§ **REQUIRED WORK**
Using the records below, transcribe word for word the stretch from the line that contains "G_GNUC_UNUSED const AntTimeReference" through the line that contains "G_GNUC_UNUSED const AntRepeat", both end lines included, and nothing else.

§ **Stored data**
::::::::

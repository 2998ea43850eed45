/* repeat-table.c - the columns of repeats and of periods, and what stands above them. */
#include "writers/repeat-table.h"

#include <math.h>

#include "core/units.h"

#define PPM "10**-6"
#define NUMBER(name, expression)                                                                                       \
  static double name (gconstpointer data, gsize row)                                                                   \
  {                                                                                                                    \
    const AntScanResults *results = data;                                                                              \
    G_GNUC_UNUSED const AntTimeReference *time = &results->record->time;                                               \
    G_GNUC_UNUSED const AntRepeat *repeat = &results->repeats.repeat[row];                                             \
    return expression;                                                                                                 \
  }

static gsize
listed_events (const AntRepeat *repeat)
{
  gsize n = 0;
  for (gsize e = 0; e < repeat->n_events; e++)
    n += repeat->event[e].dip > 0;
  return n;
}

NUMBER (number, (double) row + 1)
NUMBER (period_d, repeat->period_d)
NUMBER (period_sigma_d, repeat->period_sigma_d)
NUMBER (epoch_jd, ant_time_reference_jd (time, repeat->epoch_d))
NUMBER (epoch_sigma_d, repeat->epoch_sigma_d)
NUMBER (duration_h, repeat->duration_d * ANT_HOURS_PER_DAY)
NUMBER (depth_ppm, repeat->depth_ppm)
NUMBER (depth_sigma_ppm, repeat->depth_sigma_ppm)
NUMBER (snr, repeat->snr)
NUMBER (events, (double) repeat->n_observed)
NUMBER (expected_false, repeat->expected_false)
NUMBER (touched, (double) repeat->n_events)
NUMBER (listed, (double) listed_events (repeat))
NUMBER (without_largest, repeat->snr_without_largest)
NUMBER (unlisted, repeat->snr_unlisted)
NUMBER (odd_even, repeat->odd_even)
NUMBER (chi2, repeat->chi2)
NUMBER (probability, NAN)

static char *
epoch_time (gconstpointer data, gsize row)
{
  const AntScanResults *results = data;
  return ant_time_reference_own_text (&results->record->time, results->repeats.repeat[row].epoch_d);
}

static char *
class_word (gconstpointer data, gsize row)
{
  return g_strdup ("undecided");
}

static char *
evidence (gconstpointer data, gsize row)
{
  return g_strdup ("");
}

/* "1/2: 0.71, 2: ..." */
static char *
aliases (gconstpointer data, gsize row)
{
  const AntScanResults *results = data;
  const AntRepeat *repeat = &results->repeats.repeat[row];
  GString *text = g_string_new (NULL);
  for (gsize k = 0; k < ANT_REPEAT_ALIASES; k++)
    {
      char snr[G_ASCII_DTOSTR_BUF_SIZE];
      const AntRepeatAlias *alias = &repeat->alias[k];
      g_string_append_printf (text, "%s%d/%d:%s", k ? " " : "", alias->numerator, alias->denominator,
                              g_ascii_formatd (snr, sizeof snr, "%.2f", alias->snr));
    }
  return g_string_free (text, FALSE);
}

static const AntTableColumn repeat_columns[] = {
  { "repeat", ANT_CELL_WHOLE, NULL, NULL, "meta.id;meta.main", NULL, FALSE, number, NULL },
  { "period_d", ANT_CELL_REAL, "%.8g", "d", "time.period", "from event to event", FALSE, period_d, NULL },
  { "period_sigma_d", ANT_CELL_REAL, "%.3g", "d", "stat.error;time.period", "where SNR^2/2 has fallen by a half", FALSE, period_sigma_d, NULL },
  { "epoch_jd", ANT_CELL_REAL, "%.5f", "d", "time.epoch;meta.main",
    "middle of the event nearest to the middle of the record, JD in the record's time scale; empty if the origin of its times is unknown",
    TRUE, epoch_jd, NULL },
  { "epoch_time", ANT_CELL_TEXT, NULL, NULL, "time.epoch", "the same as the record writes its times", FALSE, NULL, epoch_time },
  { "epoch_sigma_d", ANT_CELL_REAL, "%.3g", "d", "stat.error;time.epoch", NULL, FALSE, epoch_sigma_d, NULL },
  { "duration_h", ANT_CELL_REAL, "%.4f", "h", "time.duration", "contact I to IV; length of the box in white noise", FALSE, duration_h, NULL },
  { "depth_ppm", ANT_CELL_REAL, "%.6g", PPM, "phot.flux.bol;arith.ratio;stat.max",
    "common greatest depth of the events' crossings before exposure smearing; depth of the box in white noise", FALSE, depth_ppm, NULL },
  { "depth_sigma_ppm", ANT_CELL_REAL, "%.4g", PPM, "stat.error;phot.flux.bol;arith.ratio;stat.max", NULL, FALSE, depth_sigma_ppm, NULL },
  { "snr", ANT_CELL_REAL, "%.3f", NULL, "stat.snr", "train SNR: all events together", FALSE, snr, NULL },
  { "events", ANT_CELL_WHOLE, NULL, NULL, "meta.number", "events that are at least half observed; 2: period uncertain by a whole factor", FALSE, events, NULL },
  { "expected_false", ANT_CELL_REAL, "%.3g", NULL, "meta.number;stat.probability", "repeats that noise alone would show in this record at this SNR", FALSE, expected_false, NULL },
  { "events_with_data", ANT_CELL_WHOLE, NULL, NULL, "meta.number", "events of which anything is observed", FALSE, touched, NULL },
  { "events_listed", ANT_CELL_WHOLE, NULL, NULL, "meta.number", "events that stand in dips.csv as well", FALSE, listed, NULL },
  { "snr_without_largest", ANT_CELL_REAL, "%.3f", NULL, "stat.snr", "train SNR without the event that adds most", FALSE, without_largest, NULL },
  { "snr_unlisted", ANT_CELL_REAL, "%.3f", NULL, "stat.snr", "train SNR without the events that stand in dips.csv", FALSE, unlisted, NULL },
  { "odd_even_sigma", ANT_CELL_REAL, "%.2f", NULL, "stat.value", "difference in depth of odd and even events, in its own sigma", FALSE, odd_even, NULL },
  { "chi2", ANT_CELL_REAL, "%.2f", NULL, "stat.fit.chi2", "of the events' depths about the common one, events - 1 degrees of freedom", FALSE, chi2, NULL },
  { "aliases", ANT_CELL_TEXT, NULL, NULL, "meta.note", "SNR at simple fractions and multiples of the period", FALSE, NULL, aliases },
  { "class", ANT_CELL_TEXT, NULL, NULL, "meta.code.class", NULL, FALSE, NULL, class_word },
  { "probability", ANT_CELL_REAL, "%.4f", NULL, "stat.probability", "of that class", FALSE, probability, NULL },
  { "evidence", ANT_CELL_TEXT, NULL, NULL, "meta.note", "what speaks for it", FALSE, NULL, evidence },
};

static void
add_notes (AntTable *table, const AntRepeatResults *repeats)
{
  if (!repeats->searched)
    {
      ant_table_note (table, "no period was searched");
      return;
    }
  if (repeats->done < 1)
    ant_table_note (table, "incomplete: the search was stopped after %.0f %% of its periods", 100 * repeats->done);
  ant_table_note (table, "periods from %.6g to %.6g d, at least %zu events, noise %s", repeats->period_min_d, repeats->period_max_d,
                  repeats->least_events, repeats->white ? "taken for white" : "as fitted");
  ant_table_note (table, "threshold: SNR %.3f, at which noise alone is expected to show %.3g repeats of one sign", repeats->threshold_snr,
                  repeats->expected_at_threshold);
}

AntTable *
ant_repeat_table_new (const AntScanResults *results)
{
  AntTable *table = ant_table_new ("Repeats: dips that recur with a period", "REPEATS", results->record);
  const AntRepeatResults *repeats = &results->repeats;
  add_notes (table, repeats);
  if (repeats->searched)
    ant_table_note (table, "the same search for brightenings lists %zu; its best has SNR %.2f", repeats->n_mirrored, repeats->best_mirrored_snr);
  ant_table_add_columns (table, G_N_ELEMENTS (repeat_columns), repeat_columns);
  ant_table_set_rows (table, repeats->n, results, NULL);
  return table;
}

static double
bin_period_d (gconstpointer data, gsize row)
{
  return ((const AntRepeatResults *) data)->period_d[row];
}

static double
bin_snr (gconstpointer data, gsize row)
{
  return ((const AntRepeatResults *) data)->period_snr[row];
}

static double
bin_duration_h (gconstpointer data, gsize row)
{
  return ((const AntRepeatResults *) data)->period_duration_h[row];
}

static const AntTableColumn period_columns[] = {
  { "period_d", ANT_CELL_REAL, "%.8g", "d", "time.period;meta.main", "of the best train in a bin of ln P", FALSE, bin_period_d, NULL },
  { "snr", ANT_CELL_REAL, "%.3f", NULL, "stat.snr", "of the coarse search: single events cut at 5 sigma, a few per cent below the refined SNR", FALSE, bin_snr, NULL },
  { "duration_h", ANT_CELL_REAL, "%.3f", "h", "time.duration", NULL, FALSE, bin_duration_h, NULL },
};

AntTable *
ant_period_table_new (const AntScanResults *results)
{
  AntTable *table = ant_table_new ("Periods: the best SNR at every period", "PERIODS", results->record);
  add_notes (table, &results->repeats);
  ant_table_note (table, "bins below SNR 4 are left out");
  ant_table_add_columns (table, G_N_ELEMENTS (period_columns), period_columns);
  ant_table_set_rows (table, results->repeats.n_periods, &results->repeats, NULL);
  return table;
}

::::::::

§ **WORKED SOLUTION**
    G_GNUC_UNUSED const AntTimeReference *time = &results->record->time;                                               \
    G_GNUC_UNUSED const AntRepeat *repeat = &results->repeats.repeat[row];                                             \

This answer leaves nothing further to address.